Raptor slowly grew more features to support the updating of
RDF/XML and I became the editor of what would be the revised
RDF W3C Recommendation.
It added: URIs, URI resolving, URI retrieval, XML Qnames, XML
Namespaces, XML Base, Unicode, UTF-8 and an XML Writer for the
rdf:parseType="Literal"
handling. Plus a few new
parsers:
N-Triples
(I co-created this),
Turtle
(I created this; there's a theme here!)
and RSS Tag Soup for the
9 flavours of
RSS
(I have nothing to do with this :) ) plus
Atom.
Plus a slew of serializers to match, the XML Writer being
refactored to it's own public API for this. It's not really
an RDF parser library anymore, it's a web library with support
for mapping between syntaxes and RDF triples.

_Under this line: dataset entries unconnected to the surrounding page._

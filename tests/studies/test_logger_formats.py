"""Logger formats the reader detects without guessing silently: date order from the data (refused when the
data fit both), times of day across midnight, time units named in headers, °F named in headers, separate date
and time columns, units inside cells, missing-value sentinels, UTF-16. Each fixture is a small synthetic file
written in the test; each test checks the time span and the temperatures read."""

from __future__ import annotations

import pytest
from numpy.testing import assert_allclose

from procplan.cli import main
from procplan.errors import InvalidInputError
from procplan.studies.logger import clean_logger, preview_logger, read_logger


def _file(tmp_path, text: str, encoding: str = "utf-8", name: str = "log.csv"):
    p = tmp_path / name
    p.write_bytes(text.encode(encoding))
    return p


def _span(d) -> float:
    t = d.frame["time_s"].dropna()
    return float(t.max() - t.min())


def test_day_first_decided_by_a_day_above_12(tmp_path):
    d = read_logger(_file(tmp_path, "Date Time,Probe\n13/03/2026 10:00:00,20.5\n13/03/2026 10:01:30,19.0\n"))
    assert _span(d) == 90.0 and d.frame["Probe"].tolist() == [20.5, 19.0]
    assert any("day-first" in x and "above 12" in x for x in d.decisions)


def test_month_first_decided_by_a_day_above_12(tmp_path):
    d = read_logger(_file(tmp_path, "Date Time,Probe\n03/13/2026 23:59:00,20.5\n03/14/2026 00:00:30,19.0\n"))
    assert _span(d) == 90.0 and d.frame["Probe"].tolist() == [20.5, 19.0]
    assert any("month-first" in x for x in d.decisions)


def test_date_order_decided_by_a_continuous_record(tmp_path):
    # 01/02 -> 02/02 is one minute read day-first, a month read month-first.
    text = "Timestamp;T\n01/02/2026 23:59:30;5,0\n02/02/2026 00:00:30;4,5\n"
    d = read_logger(_file(tmp_path, text))
    assert _span(d) == 60.0 and d.frame["T"].tolist() == [5.0, 4.5]
    assert any("read day-first" in x for x in d.decisions)


def test_ambiguous_dates_refused_until_the_order_is_given(tmp_path):
    p = _file(tmp_path, "Timestamp,T\n03/04/2026 10:00,5.0\n04/05/2026 10:00,4.0\n")
    with pytest.raises(InvalidInputError) as exc:
        read_logger(p)
    assert exc.value.field == "date_order"
    day = read_logger(p, date_order="day-first")  # 3 April -> 4 May: 31 days
    month = read_logger(p, date_order="month-first")  # 4 March -> 5 April: 32 days
    assert _span(day) == 31 * 86400.0 and _span(month) == 32 * 86400.0
    assert day.frame["T"].tolist() == [5.0, 4.0]


def test_time_of_day_crossing_midnight(tmp_path):
    d = read_logger(_file(tmp_path, "Time,T\n23:58:00,5.0\n23:59:30,4.8\n00:01,4.6\n00:02:30,4.4\n"))
    assert_allclose(d.frame["time_s"], [0.0, 90.0, 180.0, 270.0])
    assert d.frame["T"].tolist() == [5.0, 4.8, 4.6, 4.4]
    assert any("crossed midnight 1 time" in x for x in d.decisions)


@pytest.mark.parametrize(
    "header, seconds",
    [
        ("Time (ms)", 1e-3),
        ("t [s]", 1.0),
        ("Elapsed_min", 60.0),
        ("time/h", 3600.0),
        ("Zeit [Stunden]", 3600.0),
    ],
)
def test_time_unit_named_in_the_header(tmp_path, header, seconds):
    d = read_logger(_file(tmp_path, f"{header},core\n0,10.0\n5,9.5\n10,9.0\n"))
    assert _span(d) == pytest.approx(10 * seconds) and d.frame["core"].tolist() == [10.0, 9.5, 9.0]
    assert any("named in its header" in x for x in d.decisions)


def test_unnamed_time_unit_is_stated_and_can_be_overridden(tmp_path):
    p = _file(tmp_path, "time,core\n0,10.0\n5,9.5\n")
    d = read_logger(p)
    assert _span(d) == 5.0 and any("not named" in x and "seconds" in x for x in d.decisions)
    assert _span(read_logger(p, time_unit="min")) == 300.0


@pytest.mark.parametrize("header", ["Temp (*F)", "Temp (°F)", "Temp [degF]"])
def test_fahrenheit_named_in_the_header(tmp_path, header):
    # Source: definition of the degree Fahrenheit, T_C = (T_F - 32) * 5/9 (NIST SP 811, B.8): 212 F = 100 C.
    d = read_logger(_file(tmp_path, f"time_s,{header}\n0,212\n30,32\n"))
    assert _span(d) == 30.0
    assert_allclose(d.frame[header], [100.0, 0.0], atol=1e-12)
    assert d.mapping.temperature_unit == "F"


def test_celsius_and_fahrenheit_in_different_columns_refused(tmp_path):
    p = _file(tmp_path, "time_s,a (°C),b (°F)\n0,10,50\n30,11,52\n")
    with pytest.raises(InvalidInputError) as exc:
        read_logger(p)
    assert exc.value.field == "temperature_unit"
    assert read_logger(p, temperature_unit="C").frame["b (°F)"].tolist() == [50.0, 52.0]


def test_separate_date_and_time_columns(tmp_path):
    text = "Date;Time;Probe\n31/12/2026;23:59:00;4,0\n01/01/2027;00:00:30;3,5\n01/01/2027;00:02:00;3,0\n"
    d = read_logger(_file(tmp_path, text))
    assert d.mapping.date == "Date" and d.mapping.time == "Time" and d.channels == ("Probe",)
    assert_allclose(d.frame["time_s"], [0.0, 90.0, 180.0])
    assert d.frame["Probe"].tolist() == [4.0, 3.5, 3.0]


def test_units_inside_cells(tmp_path):
    d = read_logger(_file(tmp_path, "time_s,core\n0,4.5 °C\n60,4.0 °C\n120, 3.5°C\n"))
    assert _span(d) == 120.0 and d.frame["core"].tolist() == [4.5, 4.0, 3.5]
    f = read_logger(_file(tmp_path, "time_s;core\n0;212,0 °F\n60;32 °F\n", name="f.csv"))
    assert _span(f) == 60.0
    assert_allclose(f.frame["core"], [100.0, 0.0], atol=1e-12)


def test_missing_value_sentinels_dropped_and_counted(tmp_path):
    p = _file(tmp_path, "time_s,T1,T2\n0,5.0,6.0\n30,-9999,5.5\n60,4.0,-9999\n90,-9999,5.0\n")
    d = read_logger(p)
    assert d.missing == {"T1": 2, "T2": 1} and _span(d) == 90.0
    t, v = d.series("T1")
    assert t.tolist() == [0.0, 60.0] and v.tolist() == [5.0, 4.0]
    assert clean_logger(d).series("T2")[1].tolist() == [6.0, 5.5, 5.0]
    custom = read_logger(
        _file(tmp_path, "time_s,T\n0,85\n30,4.0\n60,3.5\n", name="c.csv"), missing_values=(85.0,)
    )
    assert custom.missing == {"T": 1} and custom.series("T")[1].tolist() == [4.0, 3.5]


@pytest.mark.parametrize("encoding", ["utf-16", "utf-16-le", "utf-16-be"])
def test_utf16_with_and_without_byte_order_mark(tmp_path, encoding):
    d = read_logger(_file(tmp_path, "Zeit [min]\tKern °C\n0\t74,5\n2,5\t70,25\n", encoding))
    assert _span(d) == 150.0 and d.frame["Kern °C"].tolist() == [74.5, 70.25]


def test_preview_states_the_decisions(tmp_path):
    pv = preview_logger(_file(tmp_path, "Logger 7\nDate;Time;Probe (°F)\n31/12/2026;23:59:00;40,0\n"))
    assert pv.mapping.date == "Date" and pv.mapping.temperature_unit == "F" and pv.n_rows == 1
    text = " ".join(pv.decisions)
    assert "separator ';'" in text and "header on line 2" in text and "°F" in text


def test_cli_passes_every_override(tmp_path, capsys):
    p = _file(tmp_path, "when,what,probe\n03/04/2026 10:00,x,41\n04/05/2026 10:00,y,39\n")
    args = ["calibrate", str(p), "--preview", "--json", "--time-column", "when", "--temperature-unit", "F"]
    assert main(args) == 0
    out = capsys.readouterr().out
    assert '"temperature_unit": "F"' in out and '"decisions"' in out
    with pytest.raises(InvalidInputError):
        read_logger(p)
    d = read_logger(p, date_order="month-first", temperature_unit="F", missing_values=())
    assert _span(d) == 32 * 86400.0
    assert main(["calibrate", str(p), "--date-order", "dd/mm", "--plan", str(p)]) == 2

Meanwhile, SAX2 and RDF/XML were still intertwined. Until this
week in 2006. Finally I've pulled them apart which allows me to make a
few
neat things possible - the RSS tag soup parser has switched from
using libxml-only xmlReader
API to the separate SAX2 API
so now you can do RSS and Atom with expat too.
This also improves the Atom support as it can handle the
type='xhtml'
and type='xml'
markup plus
now uses the well-tested xml:base
, QNames and Namespaces
parts from Raptor. I hope that it'll also be able to deal with other
xml formats inside Atom, so I'm guessing RDF/XML in Atom will be
possible.
DOAP over Atom
anyone?
However at this point I'm stopping as the part that has me stumped is how to best represent Atom in RDF triples. The Atom OWL work seems to be going slowly (Aside: also the web site acts very oddly to HTTP wget/curl requests). Mostly I'd like to have readers not have to care that it was Atom or RSS tag soup to begin with, so I'm thinking something like an Atom / RSS1.0 hybrid format.
Handwaving: here's something I hand-edited:
<item rdf:about="http://example.org/blog/2006/04/01/stuff">
<!-- the common bits -->
<title>Stuff</title>
<link>http://example.org/blog/2006/04/01/stuff</link>
<description><div xmlns="http://www.w3.org/1999/xhtml"><>Content here</p></div></description>
<-- The RSS 1.0 bits -->
<dc:date>2006-04-02T20:19:00-08:00</dc:date>
<content:encoded><![CDATA[<div xmlns="http://www.w3.org/1999/xhtml"><p>Content here</p></div>]]></content:encoded>
<!-- The atom bits -->
<atom:id>tag:example.org,2006:1234</atom:id>
<atom:link rdf:parseType="Resource">
<atom:link-href rdf:resource="http://example.org/blog/2006/04/01/stuff" />
<atom:link-rel>alternate</atom:link-rel>
</atom:link>
<atom:updated>2006-04-02T20:19:00-08:00</atom:updated>
<atom:content rdf:parseType="Resource">
<atom:content-type>xhtml</atom:content-type>
<atom:content-content rdf:parseType="Literal"><![CDATA[<div xmlns="http://www.w3.org/1999/xhtml"><p>Content here</p></div>]]></atom:content-content>
</atom:content>
</item>
So why am I working on better Atom support in an RDF parser?
Because Atom 1.0 is the best way to encode data for blog entries. It's long past time to ditch the horror that is RSS, the worst ambiguously defined XML format since OPML.